Top of Available records

#!/usr/bin/env node
// Names every test that failed (or passed only on a retry) in the JSON reports given on the command
// line — Vitest's (`--reporter=json`) and Playwright's — with the first line of its error, so a run's
// last screen says what broke without scrolling back. Prints nothing when nothing failed; a missing or
// unreadable report is named too. Used by `npm test` and `.ci/run` just before their summary line.
import { existsSync, readFileSync } from 'node:fs';
import { relative } from 'node:path';
import { stripVTControlCharacters } from 'node:util';

const firstLine = (s) =>
  // Without the reporters' colour codes.
  stripVTControlCharacters(String(s ?? ''))
    .split('\n')
    .map((l) => l.trim())
    .find((l) => l.length > 0)
    ?.slice(0, 300) ?? '';

/** Vitest's JSON report: failed tests, and files that failed without a failing test (hook or import error). */
function fromVitest(r) {
  const out = [];
  for (const f of r.testResults ?? []) {
    const file = relative(process.cwd(), f.name ?? '');
    const failedTests = (f.assertionResults ?? []).filter((a) => a.status === 'failed');
    for (const a of failedTests) out.push(`${file} › ${a.fullName ?? a.title}: ${firstLine(a.failureMessages?.[0])}`);
    if (f.status === 'failed' && failedTests.length === 0) out.push(`${file} (the file, not one test): ${firstLine(f.message)}`);
  }
  return out;
}

/** Playwright's JSON report: tests whose outcome was unexpected or flaky (passed on a retry). */
function fromPlaywright(r) {
  const out = [];
  const walk = (suite) => {
    for (const spec of suite.specs ?? []) {
      for (const t of spec.tests ?? []) {
        if (t.status !== 'unexpected' && t.status !== 'flaky') continue;
        const error = (t.results ?? []).map((res) => res.error?.message ?? res.errors?.[0]?.message).find(Boolean);
        const how = t.status === 'flaky' ? ' [passed only on a retry]' : '';
        out.push(`${spec.file ?? suite.file ?? ''} › ${t.projectName ? `[${t.projectName}] ` : ''}${spec.title}${how}: ${firstLine(error)}`);
      }
    }
    for (const child of suite.suites ?? []) walk(child);
  };
  for (const s of r.suites ?? []) walk(s);
  for (const e of r.errors ?? []) out.push(`(outside any test): ${firstLine(e.message)}`);
  return out;
}

const lines = [];
for (const path of process.argv.slice(2)) {
  if (!existsSync(path)) continue;
  let report;
  try {
    report = JSON.parse(readFileSync(path, 'utf8'));
  } catch (e) {
    lines.push(`${path}: unreadable report (${firstLine(e.message)})`);
    continue;
  }
  lines.push(...(report.config && report.suites ? fromPlaywright(report) : fromVitest(report)).map((l) => `${path}: ${l}`));
}
if (lines.length > 0) {
  console.log(`\nFailed (${lines.length}):`);
  for (const l of lines) console.log(`  ✗ ${l}`);
}
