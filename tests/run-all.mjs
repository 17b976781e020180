#!/usr/bin/env node
// `npm test`: unit and API tests (Vitest), then browser tests (Playwright on Debian's Chromium).
// Without Chromium the browser tests are counted as skipped and the install command is printed —
// never silently passed. Ends with one line: `N passed, N failed, N skipped`.
import { spawnSync } from 'node:child_process';
import { existsSync, mkdirSync, readFileSync } from 'node:fs';

const chromium = process.env.CHROMIUM_PATH ?? '/usr/bin/chromium';
mkdirSync('test-results', { recursive: true });
let passed = 0;
let failed = 0;
let skipped = 0;

const run = (cmd, args) => spawnSync(cmd, args, { stdio: 'inherit', env: process.env });

// Unit, engine and API tests.
run('npx', ['vitest', 'run', '--reporter=default', '--reporter=json', '--outputFile.json=test-results/vitest.json']);
if (existsSync('test-results/vitest.json')) {
  const r = JSON.parse(readFileSync('test-results/vitest.json', 'utf8'));
  passed += r.numPassedTests;
  // A file that failed without a failing test (an error in a hook or at import: its tests skipped) is one failure.
  const brokenFiles = (r.testResults ?? []).filter((f) => f.status === 'failed' && !(f.assertionResults ?? []).some((a) => a.status === 'failed')).length;
  failed += r.numFailedTests + brokenFiles;
  if (r.numTotalTests === 0) failed += 1;
  skipped += r.numPendingTests + r.numTodoTests;
} else {
  console.error('vitest wrote no results');
  failed += 1;
}

// Browser tests.
if (!existsSync(chromium)) {
  const listed = spawnSync('npx', ['playwright', 'test', '--list', '--reporter=json'], { encoding: 'utf8' });
  let n = 0;
  try {
    const walk = (s) => (s.specs ?? []).reduce((a, sp) => a + sp.tests.length, 0) + (s.suites ?? []).reduce((a, c) => a + walk(c), 0);
    n = JSON.parse(listed.stdout).suites.reduce((a, s) => a + walk(s), 0);
  } catch {
    n = 1;
  }
  skipped += n;
  console.log(`\nBrowser tests SKIPPED (${n}): no Chromium at ${chromium}. Install it with: apt-get install -y chromium`);
} else {
  if (!existsSync('dist/client/index.html')) run('npx', ['vite', 'build']);
  run('npx', ['playwright', 'test']);
  if (existsSync('test-results/e2e.json')) {
    const s = JSON.parse(readFileSync('test-results/e2e.json', 'utf8')).stats;
    passed += s.expected;
    failed += s.unexpected + (s.flaky ?? 0);
    skipped += s.skipped;
  } else {
    console.error('playwright wrote no results');
    failed += 1;
  }
}

run('node', ['tests/list-failures.mjs', 'test-results/vitest.json', 'test-results/e2e.json']);
console.log(`\n${passed} passed, ${failed} failed, ${skipped} skipped`);
process.exit(failed > 0 ? 1 : 0);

Bottom of Available records

**What you will do:** Only lines that include "title" belong in the answer; return them from the entries above.

**Response box:**
    for (const a of failedTests) out.push(`${file} › ${a.fullName ?? a.title}: ${firstLine(a.failureMessages?.[0])}`);
        out.push(`${spec.file ?? suite.file ?? ''} › ${t.projectName ? `[${t.projectName}] ` : ''}${spec.title}${how}: ${firstLine(error)}`);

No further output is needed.